Scalyr scores $20M Series A for super-fast log reading tool

In a time where every startup seems to be using machine learning to sift through massive amounts of data, Scalyr is a cloud-based service that is taking a different approach. It has built a tool the founder claims can sort through massive amounts of log data at lightning speed when compared to conventional logging tools — and it doesn’t require machine learning to make it happen.

Today, the company announced a $20 million investment led by Shasta Ventures with participation from previous investors Bloomberg Beta, Susa Ventures and Heroic Ventures. Today’s money brings the total investment to $28 million, according to company CEO and co-founder Steve Newman.

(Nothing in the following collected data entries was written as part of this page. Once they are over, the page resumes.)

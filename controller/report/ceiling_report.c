/* SPDX-License-Identifier: GPL-3.0-or-later */
#include "report/ceiling_report.h"

#include <inttypes.h>
#include <math.h>
#include <string.h>

#include "error.h"
#include "report/csv_text.h"

/* The declared stack in one direction, alone and with the other. */
static int
make_direction(struct ceiling_report *report, enum direction direction,
    struct error *err)
{
	const struct circuit *circuit = report->circuit;
	const struct load load = { .direction = direction, .declared = true };
	struct ceiling *ceiling = &report->ceilings[direction], low, high;
	struct both_report *both = &report->both[direction];

	if (ceiling_of_load(circuit, &load, ceiling, err) == -1 ||
	    condition_add_declared(circuit, &load, ceiling, err) == -1)
		return -1;
	condition_figures(circuit, ceiling, &report->figures[direction]);
	if (ceiling->reference)
		return 0;
	if (ceiling_range(circuit, &(struct load){ .direction = direction,
	    .declared = true, .both = true }, &low, &high, err) == -1)
		return -1;
	both->low_bps = low.rate_bps[LEVEL_PAYLOAD];
	both->high_bps = high.rate_bps[LEVEL_PAYLOAD];
	both->low_segments = low.segments_per_ack;
	both->high_segments = high.segments_per_ack;
	return 0;
}

static int
make_segments(struct ceiling_report *report, struct error *err)
{
	const struct load load = { .direction = DIRECTION_A_TO_B,
		.declared = true };
	struct path_segment segment;
	size_t i;

	for (i = 0; i < report->circuit->segments_count; i++) {
		if (path_segment_make(report->circuit, i, &load, &segment,
		    err) == -1)
			return -1;
		report->segments[i].accuracy = segment.accuracy;
		if (segment.reference)
			continue;
		report->segments[i].duplex = segment.capacity.duplex;
		report->segments[i].tolerance_ppm =
		    segment.capacity.tolerance_ppm;
	}
	return 0;
}

int
ceiling_report_make(const struct circuit *circuit, struct ceiling_report *out,
    struct error *err)
{
	struct ceiling other;
	enum direction d;
	enum protocol p;

	memset(out, 0, sizeof(*out));
	out->circuit = circuit;
	if (make_segments(out, err) == -1)
		return -1;
	for (d = 0; d < DIRECTIONS_SINGLE; d++) {
		if (make_direction(out, d, err) == -1)
			return -1;
		for (p = 0; p < PROTOCOLS; p++) {
			out->payload_bps[d][p] = FIELD_UNSET;
			if (ceiling_compute(circuit, d, p, &other, err) == 0)
				out->payload_bps[d][p] =
				    other.rate_bps[LEVEL_PAYLOAD];
			else if (err->kind != ERROR_INPUT)
				return -1;
		}
	}
	return 0;
}

struct csv_row {
	const char *kind, *name, *class, *source;
	uint128 bytes_num, bytes_den;	/* den 0: none */
	uint64_t bps;			/* FIELD_UNSET: none */
	bool binding;
	const char *value;		/* of a figure; NULL: none */
};

static void
csv_row(enum direction direction, const struct csv_row *row, FILE *out)
{
	(void)fprintf(out, "%s,%s,", direction_name(direction), row->kind);
	csv_text(row->name, out);
	(void)fprintf(out, ",%s,", row->class);
	if (row->bytes_den != 0 && row->bytes_num % row->bytes_den == 0)
		(void)fprintf(out, "%" PRIu64,
		    (uint64_t)(row->bytes_num / row->bytes_den));
	else if (row->bytes_den != 0)
		(void)fprintf(out, "%.6f",
		    (double)row->bytes_num / (double)row->bytes_den);
	(void)fputc(',', out);
	if (row->bps != FIELD_UNSET)
		(void)fprintf(out, "%" PRIu64, row->bps);
	(void)fprintf(out, ",%s,", row->binding ? "yes" : "");
	csv_text(row->source, out);
	(void)fprintf(out, ",%s\r\n", row->value != NULL ? row->value : "");
}

static void
csv_ceiling(const struct ceiling *ceiling, FILE *out)
{
	enum layer_level level;
	size_t i;

	for (level = 0; level < LEVELS; level++)
		if (ceiling->has_level[level] && !ceiling->reference)
			csv_row(ceiling->direction, &(struct csv_row){
			    .kind = "level", .name = level_name(level),
			    .class = "", .source = "",
			    .bytes_num = ceiling->level_bytes_num[level],
			    .bytes_den = ceiling->level_bytes_den,
			    .bps = ceiling->rate_bps[level] }, out);
	for (i = 0; i < ceiling->steps_count; i++)
		csv_row(ceiling->direction, &(struct csv_row){
		    .kind = "step", .name = ceiling->steps[i].name,
		    .class = "", .source = ceiling->steps[i].source,
		    .bytes_num = ceiling->steps[i].bytes_num,
		    .bytes_den = ceiling->steps[i].bytes_den,
		    .bps = ceiling->steps[i].bps }, out);
	for (i = 0; i < ceiling->bounds_count; i++)
		csv_row(ceiling->direction, &(struct csv_row){
		    .kind = "bound", .name = ceiling->bounds[i].name,
		    .class = bound_class_name(ceiling->bounds[i].class),
		    .source = ceiling->bounds[i].source,
		    .bps = ceiling->bounds[i].payload_bps,
		    .binding = ceiling->bounds[i].binding }, out);
}

static void
csv_value(enum direction direction, const char *name, uint64_t value,
    FILE *out)
{
	char text[32];

	if (value == FIELD_UNSET)
		return;
	(void)snprintf(text, sizeof(text), "%" PRIu64, value);
	csv_row(direction, &(struct csv_row){ .kind = "figure", .name = name,
	    .class = "", .source = "", .bps = FIELD_UNSET, .value = text },
	    out);
}

static void
csv_figures(enum direction direction, const struct condition_figures *f,
    FILE *out)
{
	char text[32];

	(void)snprintf(text, sizeof(text), "%.9g", f->loss_ratio);
	if (!isnan(f->loss_ratio))
		csv_row(direction, &(struct csv_row){ .kind = "figure",
		    .name = "loss_ratio", .class = "", .source = "",
		    .bps = FIELD_UNSET, .value = text }, out);
	csv_value(direction, "bdp_bytes", f->bdp_bytes, out);
	csv_value(direction, "window_needed_bytes", f->window_needed_bytes,
	    out);
	csv_value(direction, "window_shift", f->window_shift, out);
	csv_value(direction, "streams_needed", f->streams_needed, out);
	csv_value(direction, "ramp_rounds", f->ramp_rounds, out);
	csv_value(direction, "ramp_ns", f->ramp_ns, out);
	csv_value(direction, "cold_mean_bps", f->cold_mean_bps, out);
	csv_value(direction, "burst_ns", f->burst_ns, out);
	csv_value(direction, "burst_mean_bps", f->burst_mean_bps, out);
	csv_value(direction, "transfer_ns", f->transfer_ns, out);
}

/* What is beside the ladder: both directions at once, other transports. */
static void
csv_beside(const struct ceiling_report *report, enum direction direction,
    FILE *out)
{
	const struct ceiling *ceiling = &report->ceilings[direction];
	const struct medium *medium =
	    report->circuit->segments[ceiling->narrow].medium.medium;
	enum protocol p;

	if (ceiling->reference)
		return;
	csv_row(direction, &(struct csv_row){ .kind = "both", .name = "low",
	    .class = "", .source = "", .bps =
	    report->both[direction].low_bps }, out);
	csv_row(direction, &(struct csv_row){ .kind = "both", .name = "high",
	    .class = "", .source = "", .bps =
	    report->both[direction].high_bps }, out);
	for (p = 0; p < PROTOCOLS; p++)
		csv_row(direction, &(struct csv_row){ .kind = "payload",
		    .name = protocol_name(p), .class = "", .source = "",
		    .bps = report->payload_bps[direction][p] }, out);
	csv_row(direction, &(struct csv_row){ .kind = "accuracy",
	    .name = medium->accuracy_note != NULL ? medium->accuracy_note :
	    medium->title, .class = accuracy_name(ceiling->accuracy),
	    .source = medium->source, .bps = FIELD_UNSET }, out);
	csv_row(direction, &(struct csv_row){ .kind = "duplex",
	    .name = duplex_name(ceiling->shared ? DUPLEX_SHARED :
	    DUPLEX_FULL), .class = "", .source = "", .bps = FIELD_UNSET },
	    out);
	for (size_t i = 0; i < ceiling->notes_count; i++)
		csv_row(direction, &(struct csv_row){ .kind = "note",
		    .name = ceiling->notes[i], .class = "", .source = "",
		    .bps = FIELD_UNSET }, out);
}

void
ceiling_report_csv(const struct ceiling_report *report, FILE *out)
{
	enum direction d;

	(void)fputs("direction,kind,name,class,bytes,bps,binding,source,"
	    "value\r\n", out);
	for (d = 0; d < DIRECTIONS_SINGLE; d++) {
		csv_ceiling(&report->ceilings[d], out);
		csv_beside(report, d, out);
		csv_figures(d, &report->figures[d], out);
	}
}
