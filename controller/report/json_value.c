/* SPDX-License-Identifier: GPL-3.0-or-later */
#include "report/json_value.h"

#include <math.h>
#include <string.h>

#include "clock.h"
#include "utf8.h"
#include "wire.h"

json_t *
json_value_u64(uint64_t value)
{
	return value > WIRE_INTEGER_MAX ? json_null()
	    : json_integer((json_int_t)value);
}

json_t *
json_value_i64(int64_t value)
{
	int64_t most = (int64_t)WIRE_INTEGER_MAX;

	return value > most || value < -most ? json_null()
	    : json_integer(value);
}

json_t *
json_value_real(double value)
{
	return isfinite(value) ? json_real(value) : json_null();
}

json_t *
json_value_text(const char *text)
{
	/* The longest text of any struct is an error's place and cause. */
	char clean[4096];

	if (text[0] == '\0')
		return json_null();
	return json_string(utf8_clean(text, clean, sizeof(clean)));
}

json_t *
json_value_utc(uint64_t utc_ns)
{
	char text[25];

	if (utc_ns == 0 || utc_ns == UNKNOWN_U64)
		return json_null();
	clock_utc_text(utc_ns, text);
	return json_string(text);
}

void
json_put(json_t *object, const char *name, json_t *value)
{
	(void)json_object_set_new(object, name,
	    value != NULL ? value : json_null());
}

void
json_push(json_t *array, json_t *value)
{
	(void)json_array_append_new(array,
	    value != NULL ? value : json_null());
}
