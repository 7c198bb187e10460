/* SPDX-License-Identifier: GPL-3.0-or-later */
/* A sweep for programs: JSON "plafond-sweep/1" and CSV (RFC 4180). */
#include <inttypes.h>

#include "report/csv_text.h"
#include "report/json_value.h"
#include "report/sweep.h"

static const char *const units[DIMENSIONS] = {
	[DIMENSION_RATE] = "bit/s",
	[DIMENSION_SIZE] = "B",
	[DIMENSION_TIME] = "ns",
	[DIMENSION_FREQUENCY] = "Hz",
	[DIMENSION_DECIBEL] = "dB",
	[DIMENSION_LEVEL] = "dBm",
	[DIMENSION_POWER] = "W",
	[DIMENSION_RATIO] = "1",
};

static const struct member {
	enum layer_level level;
	const char *name;
} members[] = {
	{ LEVEL_LINE, "line_bps" },
	{ LEVEL_FRAME, "frame_bps" },
	{ LEVEL_PACKET, "packet_bps" },
	{ LEVEL_SEGMENT, "segment_bps" },
	{ LEVEL_PAYLOAD, "payload_bps" },
};
#define MEMBERS (sizeof(members) / sizeof(members[0]))

static const char *
unit_of(const struct field *field)
{
	return field->kind == FIELD_COUNT ? "1" : units[field->dimension];
}

static json_t *
json_direction(const struct sweep *sweep, const struct sweep_direction *d,
    enum direction direction)
{
	json_t *object = json_object(), *condition = json_null();

	json_put(object, "direction",
	    json_value_text(direction_name(direction)));
	for (size_t i = 0; i < MEMBERS; i++)
		json_put(object, members[i].name, sweep->reference ||
		    !d->has_level[members[i].level] ? json_null() :
		    json_value_u64(d->rate_bps[members[i].level]));
	json_put(object, "binding", json_value_text(d->binding));
	json_put(object, "class", d->binding[0] == '\0' ? json_null() :
	    json_value_text(bound_class_name(d->class)));
	if (d->condition[0] != '\0') {
		condition = json_object();
		json_put(condition, "name", json_value_text(d->condition));
		json_put(condition, "payload_bps",
		    json_value_u64(d->condition_bps));
	}
	json_put(object, "condition", condition);
	return object;
}

static json_t *
json_point(const struct sweep *sweep, const struct sweep_point *point)
{
	json_t *object = json_object(), *array = json_array();
	enum direction d;

	json_put(object, "value", json_value_text(point->value));
	json_put(object, "number", sweep->range.field->kind == FIELD_REAL ?
	    json_value_real(point->number) :
	    json_value_u64((uint64_t)point->number));
	json_put(object, "refused", point->refused ?
	    json_value_text(point->why) : json_null());
	for (d = 0; d < DIRECTIONS_SINGLE && !point->refused; d++)
		json_push(array, json_direction(sweep, &point->directions[d],
		    d));
	json_put(object, "ceilings", array);
	return object;
}

int
sweep_json(const struct sweep *sweep, FILE *out)
{
	json_t *root = json_object(), *circuit = json_object();
	json_t *points = json_array();
	int rc;

	json_put(root, "format", json_value_text("plafond-sweep/1"));
	json_put(root, "software",
	    json_value_text("plafond " PLAFOND_VERSION));
	json_put(circuit, "name", json_value_text(sweep->circuit));
	json_put(root, "circuit", circuit);
	json_put(root, "top", json_value_text(sweep->top));
	json_put(root, "key", json_value_text(sweep->range.key));
	json_put(root, "unit", json_value_text(unit_of(sweep->range.field)));
	for (size_t i = 0; i < sweep->range.count; i++)
		json_push(points, json_point(sweep, &sweep->points[i]));
	json_put(root, "points", points);
	rc = json_dumpf(root, out, JSON_INDENT(2));
	(void)fputc('\n', out);
	json_decref(root);
	return rc;
}

static void
csv_direction(const struct sweep *sweep, const struct sweep_point *point,
    enum direction direction, FILE *out)
{
	const struct sweep_direction *d = &point->directions[direction];
	bool known = !point->refused && !sweep->reference;

	csv_text(sweep->range.key, out);
	(void)fputc(',', out);
	csv_text(point->value, out);
	(void)fprintf(out, ",%s", direction_name(direction));
	for (size_t i = 0; i < MEMBERS; i++) {
		(void)fputc(',', out);
		if (known && d->has_level[members[i].level])
			(void)fprintf(out, "%" PRIu64,
			    d->rate_bps[members[i].level]);
	}
	(void)fputc(',', out);
	csv_text(d->binding, out);
	(void)fprintf(out, ",%s,", known ? bound_class_name(d->class) : "");
	csv_text(d->condition, out);
	(void)fputc(',', out);
	if (d->condition[0] != '\0')
		(void)fprintf(out, "%" PRIu64, d->condition_bps);
	(void)fputc(',', out);
	csv_text(point->why, out);
	(void)fputs("\r\n", out);
}

void
sweep_csv(const struct sweep *sweep, FILE *out)
{
	enum direction d;

	(void)fputs("key,value,direction", out);
	for (size_t i = 0; i < MEMBERS; i++)
		(void)fprintf(out, ",%s", members[i].name);
	(void)fputs(",binding,class,condition,condition_bps,refused\r\n", out);
	for (size_t i = 0; i < sweep->range.count; i++)
		for (d = 0; d < DIRECTIONS_SINGLE; d++)
			csv_direction(sweep, &sweep->points[i], d, out);
}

Newman has been around the block a few times in the startup world including helping create the Writely word processor, which was purchased by Google in 2006 and became none other than Google Docs. As part of the Google team, Newman says he worked on the data storage infrastructure behind Google Docs and Google Drive. As you can imagine, this involved operations at large scale in a cloud environment, just the kind of scale and complexity so many teams are facing now.

Newman took that experience and used it to help create Scaylr, which the team built from the ground up for simplicity and speed, not using so much as a single line of open source or external code. It was all in the service of speed, he says.

Log tools continually collect data about what’s happening across a company’s infrastructure and can help track down a variety of problems from network slow-downs to cyber attacks. The challenge is sifting through the rapidly ever-growing volume of data inside these logs.

Just how fast are they? Newman claims Scalyr is at least 5 times faster than competing tools like Splunk, Loggly and Sumo Logic, and sometimes as much as 1000 times faster. He says Scalylr is capable of searching a terabyte of data every second and that it can answer an engineering query 96 percent of the time in one second or less.

That speed enables a rapidly iterative process where engineers can get at the root of the problem simply by asking a series of questions based on what they are seeing in the logs and Scalyr’s responses. What’s more, they didn’t just concentrate on the technical underpinnings. He said they also used their experience building consumer application like Writely to develop a tool with a quality user interface.

The company is based in San Mateo and currently has 23 employees, a number they are very likely to increase with the new money. Scalyr has 140 paying customers including Giphy, TiVo and Business Insider.